19 de agosto de 2011

Un poema de Juan Bonilla




CORDURA DE DIOS QUE QUITAS EL PECADO DEL MUNDO

Padre nuestro, que estás en paradero
desconocido, líbranos de Ti.

No nos llenes el tiempo con tu ausencia.

Tú utilizaste el fuego del infierno
para encender el sol de nuestra infancia.

No nos des incertidumbre de tus ojos
después de que los nuestros ya no puedan
mirar la rosa negra de la vida.

Oh, cordura de Dios que catas
el pecado del mundo,
dispendia tu piedad con los cobardes,
los que te encuentran en cualquier fenómeno
de meteorología, los que imponen
tu Nombre en leyes y oraciones.

Confórmate con ser un huésped
de nuestra infancia rota en mil pedazos.

Vacíanos de Ti,
regresa a tus orígenes,
a aquella inmensa noche de tormenta
en la que el miedo de unos monos te inventara.

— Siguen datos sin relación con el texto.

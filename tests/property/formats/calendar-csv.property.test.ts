import fc from "fast-check";
import { describe, expect, it } from "vitest";
import { cleanName, cleanText } from "@/lib/formats/calendar-text";
import { writeCsv } from "@/lib/formats/csv";
import { composeCalendar } from "@/lib/formats/icalendar";
import { formatIso, formatUtc, parseIso } from "@/lib/formats/utc";
import { readCalendar, theLine, unescapeText } from "@/tests/unit/formats/read-calendar";

const anyText = fc.oneof(
  fc.string({ unit: "binary", maxLength: 300 }),
  fc.string({ unit: "grapheme", maxLength: 300 }),
  fc
    .array(
      fc.constantFrom(
        "\r\n",
        "\n",
        "\r",
        "BEGIN:VEVENT",
        "END:VEVENT",
        ";",
        ",",
        "\\",
        "\\n",
        '"',
        " ",
        "é",
        "🛰",
        "\u2028",
        "x",
      ),
      { maxLength: 60 },
    )
    .map((parts) => parts.join("")),
);

describe("calendar entries", () => {
  it("keep their shape and their texts, whatever the texts hold", () => {
    fc.assert(
      fc.property(
        anyText,
        anyText,
        anyText,
        anyText,
        fc.nat({ max: 1e6 }),
        (summary, description, location, name, sequence) => {
          const text = composeCalendar({
            method: "REQUEST",
            uid: "u@x.example",
            sequence,
            stampMs: 1e12,
            startMs: 1.9e12,
            endMs: 1.9e12 + 180_000,
            status: "TENTATIVE",
            summary: `s${summary}`,
            description: `d${description}`,
            location: `l${location}`,
            organizer: { name, email: "desk@example.org" },
            attendee: { name, email: "duty@example.net" },
            url: "https://x.example/a",
          });
          const lines = readCalendar(text);
          expect(lines.map((l) => l.name)).toEqual([
            "BEGIN",
            "VERSION",
            "PRODID",
            "METHOD",
            "BEGIN",
            "UID",
            "SEQUENCE",
            "DTSTAMP",
            "DTSTART",
            "DTEND",
            "SUMMARY",
            "LOCATION",
            "DESCRIPTION",
            "ORGANIZER",
            "ATTENDEE",
            "URL",
            "STATUS",
            "END",
            "END",
          ]);
          expect(unescapeText(theLine(lines, "DESCRIPTION").value)).toBe(cleanText(`d${description}`));
          expect(unescapeText(theLine(lines, "LOCATION").value)).toBe(cleanText(`l${location}`));
          expect(theLine(lines, "ATTENDEE").parameters.CN).toBe(cleanName(name) || "duty@example.net");
        },
      ),
      { numRuns: 500 },
    );
  });
});

/** Reads CSV by the letter of RFC 4180, section 2. */
function readCsv(text: string): string[][] {
  const rows: string[][] = [];
  const cell = /(?:"((?:[^"]|"")*)"|([^",\r\n]*))(,|\r\n)/suy;
  let row: string[] = [];
  while (cell.lastIndex < text.length) {
    const found = cell.exec(text);
    if (!found) throw new Error("no CSV");
    row.push(found[1] === undefined ? (found[2] ?? "") : found[1].replaceAll('""', '"'));
    if (found[3] === "\r\n") {
      rows.push(row);
      row = [];
    }
  }
  return rows;
}

describe("CSV", () => {
  it("comes back as it was, but for apostrophes before formulas", () => {
    const rows = fc.array(fc.array(anyText, { minLength: 1, maxLength: 4 }), { minLength: 1, maxLength: 4 });
    fc.assert(
      fc.property(rows, (given) => {
        const back = readCsv(writeCsv(given));
        expect(back.map((r) => r.length)).toEqual(given.map((r) => r.length));
        const pairs = back.flatMap((r, i) =>
          r.map((c, j) => [c, given[i]?.[j]?.replaceAll("\0", "")] as const),
        );
        for (const [cell, was] of pairs) {
          expect([was, `'${was}`]).toContain(cell);
          if (!/^[+-]?[\d.]/.test(cell)) expect(cell).not.toMatch(/^\s*[=+\-@]/);
        }
      }),
      { numRuns: 500 },
    );
  });
});

describe("UTC times", () => {
  it("come back as they were", () => {
    const time = fc.integer({ min: Date.UTC(0, 0, 1), max: Date.UTC(9999, 11, 31) });
    fc.assert(
      fc.property(time, (atMs) => {
        expect(parseIso(formatIso(atMs))).toBe(atMs);
        expect(parseIso(formatUtc(atMs).replace(" ", "T"))).toBe(Math.floor(atMs / 1000) * 1000);
      }),
    );
  });
});
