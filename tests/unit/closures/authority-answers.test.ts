import { describe, expect, it } from "vitest";
import { authorityAnswers } from "@/lib/planning/closures/authority-answers";
import type { AnswerFacts, PassFacts } from "@/lib/planning/pass-facts";
import { brief, MINUTE, OPEN, PASS, RISE, riseAnd, span } from "./facts";

const DESK = { id: "desk", name: "Eastmoor Desk", kind: "clearing authority", leadTimeMin: 60, version: 1 };
const UNIT = { id: "unit", name: "Cotter Vale Approach", kind: "air unit", leadTimeMin: 30, version: 1 };
const FACTS: PassFacts = {
  ...OPEN,
  authorities: [DESK, UNIT],
  stationAuthorityIds: ["desk"],
  airspaceKey: "v-1:1",
  volumes: [
    {
      id: "v-1",
      name: "Vale corridor",
      version: 1,
      authorityId: "unit",
      floorText: "FL 100",
      ceilingText: "FL 245",
      activeSpans: [span(-9000, 9000)],
      scheduleKnownUntilMs: riseAnd(90_000),
      liftable: true,
    },
  ],
};
const CROSSING = { ...PASS, airspaceKey: "v-1:1", volumes: [{ volumeId: "v-1", spans: [span(100, 200)] }] };

function answer(authorityId: string, outcome: AnswerFacts["outcome"], reasons: string | null = null) {
  return { authorityId, outcome, conditions: null, reasons, answeredMs: RISE - 90 * MINUTE };
}

function asked(ids: string[], answers: AnswerFacts[]): PassFacts["own"] {
  return { engagementId: "e-1", dwell: span(60, 120), requestedOf: new Set(ids), answers };
}

describe("authority answers", () => {
  it("leaves a pass open that concerns nobody", () => {
    expect(authorityAnswers(PASS, { ...FACTS, stationAuthorityIds: [] })).toEqual([]);
  });

  it("is pending: over the pass for the station's authority, over the stretch for the volume's", () => {
    const closures = authorityAnswers(CROSSING, FACTS);
    expect(brief(closures)).toEqual([
      ["pending", 0, 600],
      ["pending", 100, 200],
    ]);
    expect(closures[1]?.cause).toBe(
      "Cotter Vale Approach must be asked: the beam runs through Vale corridor.",
    );
  });

  it("closes every second that is too near to ask the station's authority", () => {
    const nowMs = riseAnd(120) - 60 * MINUTE;
    expect(brief(authorityAnswers(PASS, { ...FACTS, nowMs }))).toEqual([
      ["closed", 0, 120],
      ["pending", 0, 600],
    ]);
  });

  it("closes the stretch of a volume whose authority can't be asked before the earliest dwell", () => {
    const nowMs = RISE + 1000 - 30 * MINUTE;
    const facts = { ...FACTS, nowMs, stationAuthorityIds: [] };
    expect(brief(authorityAnswers(CROSSING, facts))).toEqual([
      ["closed", 100, 200],
      ["pending", 100, 200],
    ]);
    // A dwell that begins late enough keeps the lead time.
    expect(brief(authorityAnswers(CROSSING, { ...facts, dwell: span(50, 150) }))).toEqual([
      ["pending", 100, 200],
    ]);
    expect(brief(authorityAnswers(CROSSING, { ...facts, dwell: span(0, 150) }))[0]?.[0]).toBe("closed");
  });

  it("asks a volume's authority only when the dwell touches its stretch while it is active", () => {
    const facts = { ...FACTS, stationAuthorityIds: [], dwell: span(220, 300) };
    expect(authorityAnswers(CROSSING, facts)).toEqual([]);
    const [volume] = FACTS.volumes;
    const asleep = volume ? [{ ...volume, activeSpans: [span(-9000, 50)] }] : [];
    const during = { ...FACTS, stationAuthorityIds: [], dwell: span(100, 150), volumes: asleep };
    expect(authorityAnswers(CROSSING, during)).toEqual([]);
  });

  it("does not hold the lead time against a request that has gone out", () => {
    const facts = { ...FACTS, nowMs: RISE, own: asked(["desk"], []), dwell: span(60, 120) };
    expect(brief(authorityAnswers(PASS, facts))).toEqual([["pending", 60, 120]]);
  });

  it("is lifted by no objection, with or without conditions", () => {
    for (const outcome of ["no objection", "no objection with conditions"] as const) {
      const facts = { ...FACTS, own: asked(["desk"], [answer("desk", outcome)]), dwell: span(60, 120) };
      expect(authorityAnswers(PASS, facts)).toEqual([]);
    }
  });

  it("says nothing about other seconds of the pass than those that were asked about", () => {
    const whole = { ...FACTS, dwell: null };
    const content = asked(["desk"], [answer("desk", "no objection")]);
    expect(brief(authorityAnswers(PASS, { ...whole, own: content }))).toEqual([
      ["pending", 0, 60],
      ["pending", 120, 600],
    ]);
    const against = asked(["desk"], [answer("desk", "objection")]);
    expect(brief(authorityAnswers(PASS, { ...whole, own: against }))).toEqual([
      ["closed", 60, 120],
      ["pending", 0, 60],
      ["pending", 120, 600],
    ]);
  });

  it("is closed by an objection, with its reasons", () => {
    const answers = [answer("desk", "objection", "a survey flight at that hour")];
    const facts = { ...FACTS, own: asked(["desk"], answers), dwell: span(60, 120) };
    const closures = authorityAnswers(PASS, facts);
    expect(brief(closures)).toEqual([["closed", 60, 120]]);
    expect(closures[0]?.cause).toBe("Eastmoor Desk objects: a survey flight at that hour");
  });
});
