import { describe, expect, it } from "vitest";
import { closuresOf } from "@/lib/planning/closures/list";
import { visibility } from "@/lib/planning/closures/visibility";
import { brief, OPEN, PASS, RISE, riseAnd, span } from "./facts";

describe("visibility", () => {
  it("leaves a pass between floor and ceiling open", () => {
    expect(visibility(PASS, OPEN)).toEqual([]);
  });

  it("closes what lies above the ceiling and below the floor", () => {
    const pass = { ...PASS, aboveCeiling: [span(290, 310)], belowFloor: [span(0, 4)] };
    const closures = visibility(pass, OPEN);
    expect(brief(closures)).toEqual([
      ["closed", 0, 4],
      ["closed", 290, 310],
    ]);
    expect(closures[1]?.cause).toBe("The fragment stands above 86°, the elevation ceiling of Hollin Fell.");
    expect(closures[1]?.input).toBe("station Hollin Fell, version 3");
  });

  it("closes the part of a dwell that lies outside rise and set", () => {
    const closures = closuresOf(PASS, { ...OPEN, dwell: span(-20, 40) });
    expect(brief(closures)).toEqual([["closed", -20, 0]]);
  });

  it("reads not checked while the pass was measured against another version of the limits", () => {
    const facts = { ...OPEN, station: { ...OPEN.station, version: 4 } };
    expect(brief(visibility(PASS, facts))).toEqual([["not checked", 0, 600]]);
    expect(visibility(PASS, facts)[0]?.overridable).toBe(false);
  });

  it("closes a pass that the newest element set no longer shows, and the dwell on it", () => {
    expect(brief(visibility(PASS, { ...OPEN, vanishedAtMs: RISE - 1000 }))).toEqual([["closed", 0, 600]]);
    const facts = { ...OPEN, vanishedAtMs: RISE - 1000, dwell: { fromMs: riseAnd(-50), toMs: riseAnd(10) } };
    expect(brief(visibility(PASS, facts))).toEqual([["closed", -50, 10]]);
  });
});
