import type { Metadata, Viewport } from "next";
import { cookies } from "next/headers";
import { connection } from "next/server";
import type { ReactNode } from "react";
import { StandingCaution } from "./_components/caution";
import { Header } from "./_components/header";
import { themeOf } from "./_components/theme";
import { ToastRegion } from "./_components/toast-region";
import { currentPerson } from "./_server/require-person";
import { fontVariables } from "./fonts";
import "./globals.css";

export const metadata: Metadata = {
  title: { default: "Dwellbook", template: "%s · Dwellbook" },
  description: "The engagement book of a ground-laser debris-clearing service.",
  robots: { index: false, follow: false },
};

export const viewport: Viewport = { width: "device-width", initialScale: 1 };

/** The shell of every page. It shows who is signed in but grants nothing: each page asks for itself. */
export default async function RootLayout({ children }: { readonly children: ReactNode }) {
  // A page made at build time would carry no nonce, and its scripts would be blocked.
  await connection();
  const theme = themeOf((await cookies()).get("dwellbook.theme")?.value);
  const person = await currentPerson();
  return (
    <html
      lang="en"
      className={fontVariables}
      data-theme={theme === "system" ? undefined : theme}
      suppressHydrationWarning
    >
      <body>
        <a
          href="#main"
          className="sr-only rounded bg-ink px-4 py-2 text-sheet focus:not-sr-only focus:absolute focus:top-2 focus:left-2 focus:z-50"
        >
          Skip to the page
        </a>
        <Header person={person} theme={theme} nowMs={Date.now()} />
        <main id="main" tabIndex={-1} className="w-full px-4 py-5 outline-none sm:px-7">
          {children}
        </main>
        <StandingCaution />
        <ToastRegion />
      </body>
    </html>
  );
}
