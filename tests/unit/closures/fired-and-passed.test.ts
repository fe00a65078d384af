import { describe, expect, it } from "vitest";
import { firedUpon } from "@/lib/planning/closures/fired-upon";
import { closuresOf } from "@/lib/planning/closures/list";
import { timePassed } from "@/lib/planning/closures/time-passed";
import { brief, HOUR, OPEN, PASS, RISE, riseAnd, span } from "./facts";

function firing(closedMs: number) {
  return { engagementNumber: 1003, outcome: "fired" as const, closedMs };
}

describe("fired upon", () => {
  it("leaves a fragment open that was never lased", () => {
    expect(firedUpon(PASS, OPEN)).toEqual([]);
  });

  it("is pending until an element set with a later epoch is the newest", () => {
    const closedMs = OPEN.elements.newestEpochMs + HOUR;
    expect(brief(firedUpon(PASS, { ...OPEN, firings: [firing(closedMs)] }))).toEqual([["pending", 0, 600]]);
    const elements = { ...OPEN.elements, newestEpochMs: closedMs + 1 };
    expect(firedUpon(PASS, { ...OPEN, elements, firings: [firing(closedMs)] })).toEqual([]);
    const same = { ...OPEN.elements, newestEpochMs: closedMs };
    expect(firedUpon(PASS, { ...OPEN, elements: same, firings: [firing(closedMs)] })).toHaveLength(1);
  });

  it("takes the last of several firings, and leaves what was before it alone", () => {
    const firings = [firing(riseAnd(100)), firing(RISE - 20 * HOUR)];
    expect(brief(firedUpon(PASS, { ...OPEN, firings }))).toEqual([["pending", 100, 600]]);
    expect(firedUpon(PASS, { ...OPEN, firings: [firing(riseAnd(700))] })).toEqual([]);
  });
});

describe("time passed", () => {
  it("leaves the future open", () => {
    expect(timePassed(PASS, { ...OPEN, nowMs: RISE })).toEqual([]);
  });

  it("closes what is over", () => {
    expect(brief(timePassed(PASS, { ...OPEN, nowMs: riseAnd(90) }))).toEqual([["closed", 0, 90]]);
    expect(brief(closuresOf(PASS, { ...OPEN, nowMs: riseAnd(9000) }))).toEqual([["closed", 0, 600]]);
  });

  it("closes a dwell from its own beginning", () => {
    const facts = { ...OPEN, nowMs: riseAnd(10), dwell: span(-30, 60) };
    expect(brief(timePassed(PASS, facts))).toEqual([["closed", -30, 10]]);
  });
});
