import { redirect } from "next/navigation";
import { homeFor } from "@/app/_components/nav-items";
import { OperatorStart } from "@/app/_components/start/operator-start";
import { PlannerStart } from "@/app/_components/start/planner-start";
import { waitingLines } from "@/app/_components/start/waiting";
import { requirePerson } from "@/app/_server/require-person";
import type { PassBody } from "@/lib/contracts/passes";
import { may } from "@/lib/engagement/roles";
import { listEngagements } from "@/lib/services/list-engagements";
import { listFragments } from "@/lib/services/list-fragments";
import { searchPasses } from "@/lib/services/search-passes";

export const metadata = { title: "Start" };

const HOUR_MS = 3_600_000;

/** Where a day starts: coordinators at their notices, operators with what is booked, planners with the next pass. */
export default async function StartPage() {
  const person = await requirePerson();
  if (!may(person, "search passes")) redirect(homeFor(person));
  const nowMs = Date.now();
  const [{ engagements }, { fragments }, pass] = await Promise.all([
    listEngagements(person, { state: "proposed,cleared,confirmed" }, nowMs),
    listFragments(person, nowMs),
    may(person, "confirm") ? null : nextPass(person, nowMs),
  ]);
  const coming = engagements.filter((e) => Date.parse(e.to) > nowMs).slice(0, 6);
  const waiting = waitingLines(engagements, fragments.filter((f) => f.awaitsNewElements).length);
  const parts = { coming, waiting, nowMs };
  return may(person, "confirm") ? (
    <OperatorStart {...parts} />
  ) : (
    <PlannerStart
      {...parts}
      pass={pass}
      mayPropose={may(person, "propose")}
      fragmentCount={fragments.length}
      mayImport={may(person, "import elements")}
    />
  );
}

/** The nearest pass that offers a dwell: the next hours first, the whole week when they have none. */
async function nextPass(person: Parameters<typeof searchPasses>[0], nowMs: number): Promise<PassBody | null> {
  for (const hours of [3, 24, 168]) {
    const query = {
      from: new Date(nowMs).toISOString(),
      to: new Date(nowMs + hours * HOUR_MS).toISOString(),
    };
    const { passes } = await searchPasses(person, query, nowMs);
    const found = passes.find((p) => p.dwell !== null);
    if (found) return found;
  }
  return null;
}
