import { describe, expect, it } from "vitest";
import { stationHours } from "@/lib/planning/closures/station-hours";
import { brief, OPEN, PASS } from "./facts";

/** The pass runs from 00:30 to 00:40 UTC. */
function hours(...openingHours: { fromMin: number; toMin: number }[]) {
  return brief(stationHours(PASS, { ...OPEN, station: { ...OPEN.station, openingHours } }));
}

describe("station hours", () => {
  it("leaves an open station open", () => {
    expect(hours({ fromMin: 0, toMin: 1440 })).toEqual([]);
  });

  it("closes before the opening and after the end of the hours", () => {
    expect(hours({ fromMin: 32, toMin: 38 })).toEqual([
      ["closed", 0, 120],
      ["closed", 480, 600],
    ]);
  });

  it("lets hours run over midnight", () => {
    expect(hours({ fromMin: 22 * 60, toMin: 35 })).toEqual([["closed", 300, 600]]);
  });

  it("joins several spans of a day", () => {
    expect(hours({ fromMin: 20, toMin: 33 }, { fromMin: 36, toMin: 60 })).toEqual([["closed", 180, 360]]);
  });

  it("takes a station without hours on record as closed", () => {
    expect(hours()).toEqual([["closed", 0, 600]]);
    expect(hours({ fromMin: 600, toMin: 600 })).toEqual([["closed", 0, 600]]);
  });
});
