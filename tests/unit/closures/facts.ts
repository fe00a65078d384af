import type { Closure } from "@/lib/planning/closure";
import type { PassFacts } from "@/lib/planning/pass-facts";
import type { PassGeometry } from "@/lib/planning/pass-geometry";

/** Invented figures for the rules' tests: a pass of ten minutes in the first hour of a day. */
export const RISE = Date.UTC(2031, 3, 6, 0, 30, 0);
export const SET = RISE + 600_000;
export const MINUTE = 60_000;
export const HOUR = 3_600_000;
export const DAY = 24 * HOUR;

/** seconds after rise as Unix milliseconds. */
export function riseAnd(seconds: number): number {
  return RISE + seconds * 1000;
}

/** A span in seconds after rise. */
export function span(fromS: number, toS: number) {
  return { fromMs: riseAnd(fromS), toMs: riseAnd(toS) };
}

export const PASS: PassGeometry = {
  elementSetId: "set-1",
  riseMs: RISE,
  culminateMs: riseAnd(300),
  setMs: SET,
  maxElevationDeg: 62,
  stationVersion: 3,
  belowFloor: [],
  aboveCeiling: [],
  airspaceKey: "",
  volumes: [],
};

/** Facts under which every rule leaves the whole pass open. */
export const OPEN: PassFacts = {
  nowMs: RISE - 3 * HOUR,
  station: {
    id: "station-1",
    name: "Hollin Fell",
    version: 3,
    minElevationDeg: 20,
    maxElevationDeg: 86,
    openingHours: [{ fromMin: 0, toMin: 1440 }],
    slewS: 60,
    coolDownS: 120,
    elementAgeLimitH: 72,
  },
  fragmentId: "fragment-1",
  elements: {
    fragmentName: "Fragment 70001",
    usedEpochMs: RISE - 9 * HOUR,
    usedSource: "upload",
    newestEpochMs: RISE - 9 * HOUR,
    newestSource: "upload",
  },
  vanishedAtMs: null,
  screening: {
    screenedAtMs: RISE - 4 * HOUR,
    catalogueChangedAtMs: RISE - 5 * HOUR,
    crewedCount: 1,
    crossings: [],
    gaps: [],
  },
  volumes: [],
  airspaceKey: "",
  authorities: [],
  stationAuthorityIds: [],
  engagements: [],
  firings: [],
  own: null,
  dwell: null,
};

/** Verdict and span in seconds after rise, as tests compare them. */
export function brief(closures: readonly Closure[]): [string, number, number][] {
  return closures.map((c) => [c.verdict, (c.fromMs - RISE) / 1000, (c.toMs - RISE) / 1000]);
}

                                  (Juan Bonilla, Partes de Guerra, 1994)

2 comentarios:

Eloísa A. dijo...

Se lo enseñaré a mi bebé agnóstico cuando se haga mayor.

Por cierto, no sé si conoces la oración atea de Unamuno. Te encantaría.

Saludos y te invito a mi espacio: lapoesiaesunatentadocelesteblogspot.com

Ángel Paniagua dijo...

Gracias por el comentario Eloísa. Conozco el poema de Unamuno: nada que ver aquel angustioso sentirse huérfano y querer no creer con esto...

«¡Qué grande eres, mi Dios! Eres tan grande
que no eres sino Idea; es muy angosta
la realidad por mucho que se expande

para abarcarte. Sufro yo a tu costa,
Dios no existente, pues si Tú existieras
existiría yo también de veras.»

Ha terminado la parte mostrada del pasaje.